Pryor Probes Veterans Administration about Stolen Records
Senator Mark Pryor today said the personal information of 26.5 million veterans should never have been compromised, and he urged his Senate colleagues to move ahead with his "security freeze" legislation that would protect individuals when such security breaches do occur.
During a joint hearing by the Senate's Homeland Security and Governmental Affairs Committee and the Veterans Committee, Pryor criticized the Veterans Administration (VA) for its lax security that has now led to a missing disk full of veterans' names, social security numbers and dates of birth. Pryor said he was also alarmed the VA waited three weeks before informing the public about the theft, the largest unauthorized disclosure ever of Social Security data.
Veterans affected by the security breach, primarily those discharged after 1975 and some of their spouses, can call a toll-free hotline 800-333-4636, to learn more information.
"Identity theft is a serious concern, costing consumers time and money to fix. The fact that millions of veterans are now at risk because of a government mistake makes this breach all the more troubling. It's critical the VA and law enforcement take immediate steps to mitigate any further anxiety or damage created by this incident," Pryor said.
Pryor added that while there have not been reports of identity theft resulting from the stolen disk, veterans should have a better way to protect themselves instead of having to collect credit reports and keep a careful eye on their credit in the future. He asked Senate leadership to expedite plans for the full Senate to consider S.1408, the Identity Theft Protection Act. A major component of this legislation is Pryor's "security freeze" initiative, which would allow any individual the option to place a freeze on their credit records thereby preventing businesses and potential thieves from looking at their credit files and opening up new accounts in their victim's names. If the consumer applies for credit, he or she may lift the freeze temporarily so the application can be processed. S.1408 was passed by the Commerce Committee on December 8, 2005, and has since been awaiting consideration by the full Senate.
"This latest security breach by the VA is an example of why consumers should have control over their own personal financial information, and why Congress must pass meaningful identity theft protections," Pryor said. "If these veterans had the ability to fully protect themselves with a "security freeze," we could all rest a lot easier."
Senator Pryor submitted his full opening statement into the hearing record.
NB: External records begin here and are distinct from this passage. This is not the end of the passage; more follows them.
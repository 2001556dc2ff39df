"""An exclusive claim of an output path: a lock file beside it, held for the whole run.

The lock ``.NAME.lock`` sits in the output's folder and records the pid, host,
start time and command of the run holding it. It is written complete under a
private name (created with ``O_EXCL``) and then linked into place, so nobody
ever reads a half-written lock, and two runs cannot both link it. The holder
keeps an ``flock`` on it, which the kernel drops when the process ends, however
it ends (even SIGKILL); a lock whose ``flock`` can be taken is therefore stale,
and the next run takes it over.
"""

from __future__ import annotations

import fcntl
import json
import os
import re
import socket
import sys
import time
import uuid
from dataclasses import asdict, dataclass
from pathlib import Path

from curate.errors import OutputError

__all__ = ["Holder", "OutputLock", "lock_path", "sweep_lock_leftovers"]


@dataclass(frozen=True)
class Holder:
    """Who holds (or held) a lock: process id, host, start time and command line."""

    pid: int
    host: str
    started: str
    command: str

    def describe(self) -> str:
        """One line for messages.

        Examples
        --------
        >>> Holder(41, "rig-2", "2025-01-01 08:00:00 +0000", "curate run p.toml").describe()
        'pid 41 on rig-2, started 2025-01-01 08:00:00 +0000: curate run p.toml'
        """
        return f"pid {self.pid} on {self.host}, started {self.started}: {self.command}"


def lock_path(target: Path) -> Path:
    """The lock file of ``target``: ``.NAME.lock`` in the same folder.

    Examples
    --------
    >>> lock_path(Path("runs/latest")).as_posix()
    'runs/.latest.lock'
    """
    return target.parent / f".{target.name}.lock"


def _me() -> Holder:
    program = Path(sys.argv[0]).name if sys.argv and sys.argv[0] else sys.executable
    command = " ".join(["python -m curate" if program == "__main__.py" else program, *sys.argv[1:]])
    return Holder(os.getpid(), socket.gethostname(), time.strftime("%Y-%m-%d %H:%M:%S %z"), command)


def _read(fd: int) -> Holder | None:
    os.lseek(fd, 0, os.SEEK_SET)
    try:
        data = json.loads(os.read(fd, 1 << 16))
        return Holder(int(data["pid"]), str(data["host"]), str(data["started"]),
                      str(data["command"]))
    except (ValueError, KeyError, TypeError):
        return None


def _inode(path: Path) -> int:
    try:
        return os.stat(path).st_ino
    except FileNotFoundError:
        return -1


def _busy(target: Path, lock: Path, holder: Holder | None) -> OutputError:
    who = holder.describe() if holder else "another process"
    return OutputError(f"{target} is being written by another curate run right now: {who}; "
                       "nothing was written",
                       hint=f"wait for that run to end, or choose another output path (its lock is "
                            f"{lock})")


class OutputLock:
    """Hold ``.NAME.lock`` beside ``target`` from :meth:`acquire` to :meth:`release`.

    ``took_over`` names the dead run whose stale lock was taken over, if any.

    Examples
    --------
    >>> import tempfile
    >>> target = Path(tempfile.mkdtemp()) / "run"
    >>> lock = OutputLock(target)
    >>> lock.acquire()
    >>> OutputLock(target).acquire()  # doctest: +ELLIPSIS
    Traceback (most recent call last):
    ...
    curate.errors.OutputError: ... is being written by another curate run right now: pid ...
    >>> lock.release()
    >>> lock_path(target).exists()
    False
    """

    def __init__(self, target: Path) -> None:
        self.target = target
        self.path = lock_path(target)
        self.took_over: Holder | None = None
        self._fd: int | None = None

    def acquire(self) -> None:
        """Take the lock, or raise :class:`OutputError` naming the run that holds it."""
        mine = self.path.with_name(f"{self.path.name}-{uuid.uuid4().hex[:8]}")
        fd = os.open(mine, os.O_CREAT | os.O_EXCL | os.O_RDWR, 0o644)
        try:
            try:
                fcntl.flock(fd, fcntl.LOCK_EX | fcntl.LOCK_NB)
            except OSError as err:
                raise OutputError(f"cannot lock {self.path}: {err.strerror}; the file system "
                                  "does not support locks; nothing was written",
                                  hint="choose an output path on a local disk") from None
            os.write(fd, json.dumps(asdict(_me())).encode())
            # Each pass either places the lock, finds a live holder, or saw the lock change
            # hands under it (released or taken over meanwhile), which cannot go on for long.
            for _ in range(1000):
                if self._place(mine):
                    self._fd = fd
                    return
            raise OutputError(f"could not take the lock {self.path}: it kept changing hands",
                              hint="other curate runs keep writing to this output path; "
                                   "wait for them to end")
        except BaseException:
            os.close(fd)
            mine.unlink(missing_ok=True)
            raise

    def _place(self, mine: Path) -> bool:
        try:
            os.link(mine, self.path)
            mine.unlink()
            return True
        except FileExistsError:
            pass
        try:
            theirs = os.open(self.path, os.O_RDWR)
        except FileNotFoundError:
            return False
        try:
            try:
                fcntl.flock(theirs, fcntl.LOCK_EX | fcntl.LOCK_NB)
            except BlockingIOError:
                raise _busy(self.target, self.path, _read(theirs)) from None
            if os.fstat(theirs).st_ino != _inode(self.path):
                return False
            self.took_over = _read(theirs) or Holder(0, "an unknown host", "at an unknown time",
                                                     "unknown")
            os.replace(mine, self.path)
            return True
        finally:
            os.close(theirs)

    def release(self) -> None:
        """Remove the lock file (if it is still ours) and drop the ``flock``."""
        if self._fd is None:
            return
        try:
            if os.fstat(self._fd).st_ino == _inode(self.path):
                self.path.unlink(missing_ok=True)
        finally:
            os.close(self._fd)
            self._fd = None


def sweep_lock_leftovers(target: Path) -> list[str]:
    """Remove private lock files of ``target`` left by runs killed while taking the lock.

    A private lock file still held (``flock``) belongs to a run taking the lock
    right now and stays. Returns the names removed.
    """
    pattern = re.compile(re.escape(lock_path(target).name) + r"-[0-9a-f]{8}")
    removed = []
    for entry in target.parent.iterdir():
        if not pattern.fullmatch(entry.name) or entry.is_symlink() or not entry.is_file():
            continue
        fd = os.open(entry, os.O_RDONLY)
        try:
            fcntl.flock(fd, fcntl.LOCK_EX | fcntl.LOCK_NB)
        except BlockingIOError:
            continue
        else:
            entry.unlink(missing_ok=True)
            removed.append(entry.name)
        finally:
            os.close(fd)
    return removed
Chairman Collins and Chairman Craig, Ranking Lieberman and Ranking Member Akaka, I would like to thank you for holding this very important hearing on the data breach of personal information at the Department of Veteran's Affairs.
On May 3rd, as many as 26.5 million veterans' names, birth dates, and social security numbers were stolen from the home of a Department of Veterans Affairs (VA) employee. This represents the largest unauthorized disclosure ever of Social Security data
I find it very disturbing that the personal information of this large number of American veterans has been potentially compromised. I find it even more disturbing, and frankly alarming, that the VA waited over three weeks to notify the public of this very large breach.
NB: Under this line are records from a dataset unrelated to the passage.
"""RegENN and the regression hardness score against their published rule and scikit-learn.

Outside references: the RegENN rule of Kordos and Blachnik 2012 (remove a row
when ``|y - mean| > alpha * sd`` over its k nearest neighbours' targets),
worked by hand below; scikit-learn's ``NearestNeighbors`` for the neighbours
and numpy for the mean and standard deviation on scikit-learn's bundled
diabetes set (Efron et al. 2004), range-normalised with ``MinMaxScaler``.
"""

from __future__ import annotations

import numpy as np
import pytest
from sklearn.datasets import load_diabetes
from sklearn.neighbors import NearestNeighbors
from sklearn.preprocessing import MinMaxScaler

from curate.errors import InputError
from curate.methods.regression import reg_enn, regression_hardness
from curate.space import Space

LINE = Space.from_matrix([[float(i)] for i in range(7)])


def everyone(n: int) -> np.ndarray:
    return np.ones(n, dtype=bool)


def test_hand_worked_example() -> None:
    """k = 3, alpha = 3 on targets 10, 12, 11, 50, 10, 12, 11 at x = 0..6.

    Row 3 (50): neighbours rows 2 and 4 (distance 1) and row 1 (distance 2, the lower of
    rows 1 and 5): targets 11, 10, 12, mean 11, sd sqrt(2/3) = 0.816; |50 - 11| = 39 >
    3 * 0.816, so it goes (39 / 0.816 = 47.8 standard deviations).
    Row 0 (10): neighbours rows 1, 2, 3: targets 12, 11, 50, mean 24.33, sd 18.15;
    |10 - 24.33| = 14.33 < 54.5, so it stays; every other row also has row 3 among its
    neighbours, and stays the same way.
    """
    y = np.array([10.0, 12, 11, 50, 10, 12, 11])
    sel = reg_enn(LINE, y, removable=everyone(7), k=3, alpha=3.0, unit="h")
    assert sel.removed.tolist() == [3]
    assert sorted(sel.neighbours[0].tolist()) == [1, 2, 4]
    assert sel.detail[0] == ("its target 50.0 h is 47.8 standard deviations from its 3 nearest "
                             "neighbours' mean 11.0 h (their standard deviation 0.8 h), more "
                             "than alpha = 3")


def test_more_than_is_strict_and_equal_neighbours_leave_no_room() -> None:
    """Targets 5, 5, 5, 6, 5 at x = 0..4, k = 2 (hand-worked): row 3's neighbours (rows 2
    and 4) both have 5, so sd = 0 and its difference 1 > 0 removes it; row 0's neighbours
    also both have 5, and its difference 0 is not more than 0, so it stays."""
    space = Space.from_matrix([[float(i)] for i in range(5)])
    sel = reg_enn(space, np.array([5.0, 5, 5, 6, 5]), removable=everyone(5), k=2, alpha=1.0)
    assert sel.removed.tolist() == [3]
    assert "do not vary at all" in sel.detail[0]


def test_rows_that_may_not_be_removed_stay() -> None:
    y = np.array([10.0, 12, 11, 50, 10, 12, 11])
    removable = everyone(7)
    removable[3] = False
    assert reg_enn(LINE, y, removable=removable, k=3).removed.tolist() == []


def _sklearn_neighbour_targets(x: np.ndarray, y: np.ndarray, k: int) -> np.ndarray:
    _, ind = NearestNeighbors(n_neighbors=k + 1).fit(x).kneighbors(x)
    own = ind == np.arange(len(x))[:, None]
    assert own.sum(axis=1).tolist() == [1] * len(x)  # no two diabetes rows are equal
    return y[ind[~own].reshape(len(x), k)]


@pytest.mark.parametrize(("k", "alpha"), [(5, 2.0), (9, 3.0)])
def test_same_rows_as_the_rule_on_scikit_learn_neighbours(k: int, alpha: float) -> None:
    x, y = load_diabetes(return_X_y=True)
    x = MinMaxScaler().fit_transform(x)
    around = _sklearn_neighbour_targets(x, y, k)
    expected = np.flatnonzero(np.abs(y - around.mean(axis=1)) > alpha * around.std(axis=1))
    sel = reg_enn(Space.from_matrix(x), y, removable=everyone(len(y)), k=k, alpha=alpha)
    np.testing.assert_array_equal(np.sort(sel.removed), expected)


def test_hardness_is_the_residual_against_the_neighbour_mean_in_target_sds() -> None:
    x, y = load_diabetes(return_X_y=True)
    x = MinMaxScaler().fit_transform(x)
    expected = np.abs(y - _sklearn_neighbour_targets(x, y, 5).mean(axis=1)) / np.std(y)
    sel = regression_hardness(Space.from_matrix(x), y, removable=everyone(len(y)), k=5,
                              threshold=2.0)
    np.testing.assert_allclose(sel.scores["hardness"], expected, rtol=1e-12)
    np.testing.assert_array_equal(np.sort(sel.removed), np.flatnonzero(expected >= 2.0))


@pytest.mark.parametrize("method", [reg_enn, regression_hardness])
def test_text_targets_are_refused_with_exit_code_3(method) -> None:
    with pytest.raises(InputError, match="holds text") as caught:
        method(LINE, np.array(["a", "b"] * 3 + ["a"]), removable=everyone(7))
    assert caught.value.exit_code == 3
For years the VA Inspector General has criticized the department for its lax information security, and for years nothing has been done to fix the problem. It is incumbent on the VA, other government agencies, and the business community to do everything they can to guard that personal information from those who would use it for ill will. Clearly, this is not happening.
In 2005 alone there were 151 breach incidents affecting 57.7 million Americans. So far in 2006, there have been nearly 80 large breaches. Nationwide, 27.3 million Americans over the past five years have been victims of identity theft, costing them over $5 billion at an average of $5,686. Similarly, the cost to businesses and financial institutions has been in excess of $48 billion. In my home state of Arkansas, there was a 15% increase in identity theft cases in 2005-a record total of over 1,600 Arkansans had their identity stolen.
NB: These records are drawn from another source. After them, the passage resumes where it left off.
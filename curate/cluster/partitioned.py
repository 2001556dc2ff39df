"""Condensing and prototype selection by stratified partitions, then one pass over their union.

The stratification approach of Cano, Herrera and Lozano (2005): split the rows
into ``parts`` disjoint strata that keep the class proportions, select within
each stratum independently (in parallel, on a cluster), then run the same
method once more over the union of what the strata kept. The result
approximates the single-machine selection; it is not equal to it.

What is guaranteed, for a method that is consistent on its own input (Hart
1968's CNN: 1-NN on the kept rows labels every input row correctly): the kept
rows are consistent on the union pass's input, and each stratum's kept rows
were consistent on that stratum. Rows removed in a stratum are not promised to
be labelled correctly by the final kept rows.

This module is pure and knows nothing of Dask: it takes a ``run_all`` callable
that runs one method call per job (sequentially here, on the workers in
:mod:`curate.cluster.stage`).
"""

from __future__ import annotations

from collections.abc import Callable, Mapping, Sequence
from typing import Any

import numpy as np

from curate.methods.base import Selection, encode
from curate.space.points import Space

__all__ = ["APPROXIMATION_NOTE", "RunAll", "partitioned_selection", "run_sequentially",
           "stratified_parts"]

APPROXIMATION_NOTE = ("selected per stratified partition, then once more over the union of the "
                      "partitions' kept rows (Cano, Herrera and Lozano 2005); this approximates "
                      "the single-machine selection and may keep different rows")

# run_all(func, space, labels, removable, rows, seed, params, what): one call of func per
# entry of rows (positions of space), results in the same order.
RunAll = Callable[[Callable[..., Selection], Space, np.ndarray, np.ndarray,
                   Sequence[np.ndarray], int, Mapping[str, Any], str], list[Selection]]


def stratified_parts(labels: np.ndarray, parts: int, seed: int) -> list[np.ndarray]:
    """Split positions into ``parts`` strata with the class proportions of the whole.

    Each class's rows are shuffled (``numpy.random.default_rng(seed)``) and
    dealt round-robin, the deal continuing from class to class, so that per
    class and overall the strata sizes differ by at most one, as in
    scikit-learn's ``StratifiedKFold``. Each stratum lists its positions in
    ascending order, so order-dependent methods see rows in input order.

    Examples
    --------
    >>> parts = stratified_parts(np.array(list("aaaabbbbbc")), 2, seed=0)
    >>> [len(p) for p in parts]
    [5, 5]
    >>> sorted(np.concatenate(parts).tolist()) == list(range(10))
    True
    """
    if parts < 1:
        raise ValueError(f"parts must be 1 or more, got {parts}")
    _, codes = encode(np.asarray(labels))
    rng = np.random.default_rng(seed)
    owner = np.empty(len(codes), dtype=np.int64)
    start = 0
    for c in range(int(codes.max()) + 1 if len(codes) else 0):
        members = rng.permutation(np.flatnonzero(codes == c))
        owner[members] = (start + np.arange(len(members))) % parts
        start = (start + len(members)) % parts
    return [np.flatnonzero(owner == p) for p in range(parts)]


def run_sequentially(func: Callable[..., Selection], space: Space, labels: np.ndarray,
                     removable: np.ndarray, rows: Sequence[np.ndarray], seed: int,
                     params: Mapping[str, Any], what: str = "") -> list[Selection]:
    """Run ``func`` on each subset of rows, one after another in this process.

    The reference for the cluster runner; ``what`` names the pass in messages.

    Examples
    --------
    >>> from curate.methods import METHODS
    >>> s = Space.from_matrix([[0.0], [0.1], [5.0], [5.1], [5.2]])
    >>> y = np.array(["a", "a", "b", "b", "a"])
    >>> sels = run_sequentially(METHODS["enn"].func, s, y, np.ones(5, bool),
    ...                         [np.array([0, 1, 2, 3]), np.array([2, 3, 4])], 0, {"k": 1})
    >>> [sel.removed.tolist() for sel in sels]
    [[], [2]]
    """
    return [func(space.subset(r), labels[r], removable=removable[r], seed=seed, **dict(params))
            for r in rows]


def partitioned_selection(func: Callable[..., Selection], space: Space, labels: np.ndarray, *,
                          removable: np.ndarray, seed: int, params: Mapping[str, Any],
                          parts: int, run_all: RunAll = run_sequentially) -> Selection:
    """Run ``func`` per stratified partition, then once over the union of their kept rows.

    Returns one :class:`Selection` in positions of ``space``: rows removed in
    a partition keep their reason and evidence with ``step`` 1, rows removed
    in the union pass have ``step`` 2; a ``kept_as`` that points to a row the
    union pass removed is redirected to the row that stands for that one.
    ``info`` says the result is an approximation and gives the partition
    facts; a row's score comes from the last pass it took part in.

    Examples
    --------
    >>> from curate.methods import METHODS
    >>> s = Space.from_matrix([[0.0], [0.1], [0.2], [0.3], [5.0], [5.1], [5.2], [5.3], [1.5]])
    >>> y = np.array(["a", "a", "a", "a", "b", "b", "b", "b", "b"])
    >>> sel = partitioned_selection(METHODS["enn"].func, s, y, removable=np.ones(9, bool),
    ...                             seed=0, params={"k": 1}, parts=2)
    >>> sel.removed.tolist(), sel.step.tolist(), sorted(sel.info["partition_rows"])
    ([8], [1], [4, 5])
    """
    split = [p for p in stratified_parts(labels, parts, seed) if len(p)]
    firsts = run_all(func, space, labels, removable, split, seed, params, "partition")
    union = np.sort(np.concatenate([p[s.kept] for p, s in zip(split, firsts, strict=True)]))
    (last,) = run_all(func, space, labels, removable, [union], seed, params, "union")
    sel = _merge(space.n, split, firsts, union, last)
    sel.info = {"approximate": True, "note": APPROXIMATION_NOTE, "partitions": len(split),
                "partition_rows": [len(p) for p in split],
                "partition_kept": [len(s.kept) for s in firsts], "union_rows": len(union),
                "partition_info": [s.info for s in firsts], "union_info": last.info}
    return sel


def _merge(n: int, split: list[np.ndarray], firsts: list[Selection], union: np.ndarray,
           last: Selection) -> Selection:
    """Map every pass's selection to stage positions and join them into one."""
    passes = [*zip(split, firsts, strict=True), (union, last)]
    stands_for = np.arange(n)  # a row removed in the union pass points to its kept_as
    has_last = last.kept_as >= 0
    stands_for[union[last.removed]] = np.where(has_last, union[np.maximum(last.kept_as, 0)], -1)
    total = len(split)
    removed, kept_as, step = [], [], []
    reason: list[str] = []
    detail: list[str] = []
    neighbours: list[np.ndarray] = []
    distances: list[np.ndarray] = []
    for number, (rows, sel) in enumerate(passes, start=1):
        in_union = number > total
        where = ("in the pass over the union of the partitions" if in_union
                 else f"in partition {number} of {total}")
        removed.append(rows[sel.removed])
        target = np.where(sel.kept_as >= 0, rows[np.maximum(sel.kept_as, 0)], -1)
        kept_as.append(target if in_union else np.where(target >= 0, stands_for[target], -1))
        step.append(np.full(len(sel.removed), 2 if in_union else 1, dtype=np.int64))
        reason.extend(sel.reason)
        detail.extend(f"{d.rstrip('.')} ({where})" for d in sel.detail)
        neighbours.extend(rows[nb] for nb in sel.neighbours)
        distances.extend(sel.distances)
    gone = np.concatenate(removed)
    mask = np.ones(n, dtype=bool)
    mask[gone] = False
    return Selection(kept=np.flatnonzero(mask), removed=gone, reason=reason, detail=detail,
                     neighbours=neighbours, distances=distances, kept_as=np.concatenate(kept_as),
                     step=np.concatenate(step), scores=_scores(n, passes),
                     groups=[rows[g] for rows, sel in passes for g in sel.groups])


def _scores(n: int, passes: list[tuple[np.ndarray, Selection]]) -> dict[str, np.ndarray]:
    out: dict[str, np.ndarray] = {}
    for rows, sel in passes:
        for name, values in sel.scores.items():
            out.setdefault(name, np.full(n, np.nan))[rows] = values
    return out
Since businesses and government agencies have not always acted responsibly, the Congress has a responsibility to put a stop to security breaches and ID Theft. To say this is a problem that needs to be addressed by the United States Congress is a gross understatement; it is an epidemic that must be confronted with a strong response.
Identity theft should not be a cost of doing business for American companies and American consumers should not have to constantly worry that someone will open new credit in their name. It is my hope that Congress will act swiftly. Last year I introduced S. 1336, legislation that would provide consumers with the option of placing a "security freeze" on their credit account to prevent thieves from opening new credit accounts in their victims' names. The security freeze is voluntary and different than a Fraud Alert, and consumers would have the option of thawing the freeze in advance of applying for new credit. This concept was included in legislation the Commerce Committee approved last July, S. 1408, the Identity Theft Protection Act
This latest incident should serve as a reminder to my colleagues that we need to pass meaningful identity theft legislation this year. I encourage my colleagues to support that effort, and I call on Senator Frist and Senator Reid to schedule floor time for this important legislation. American consumers cannot wait for another large breach of their information.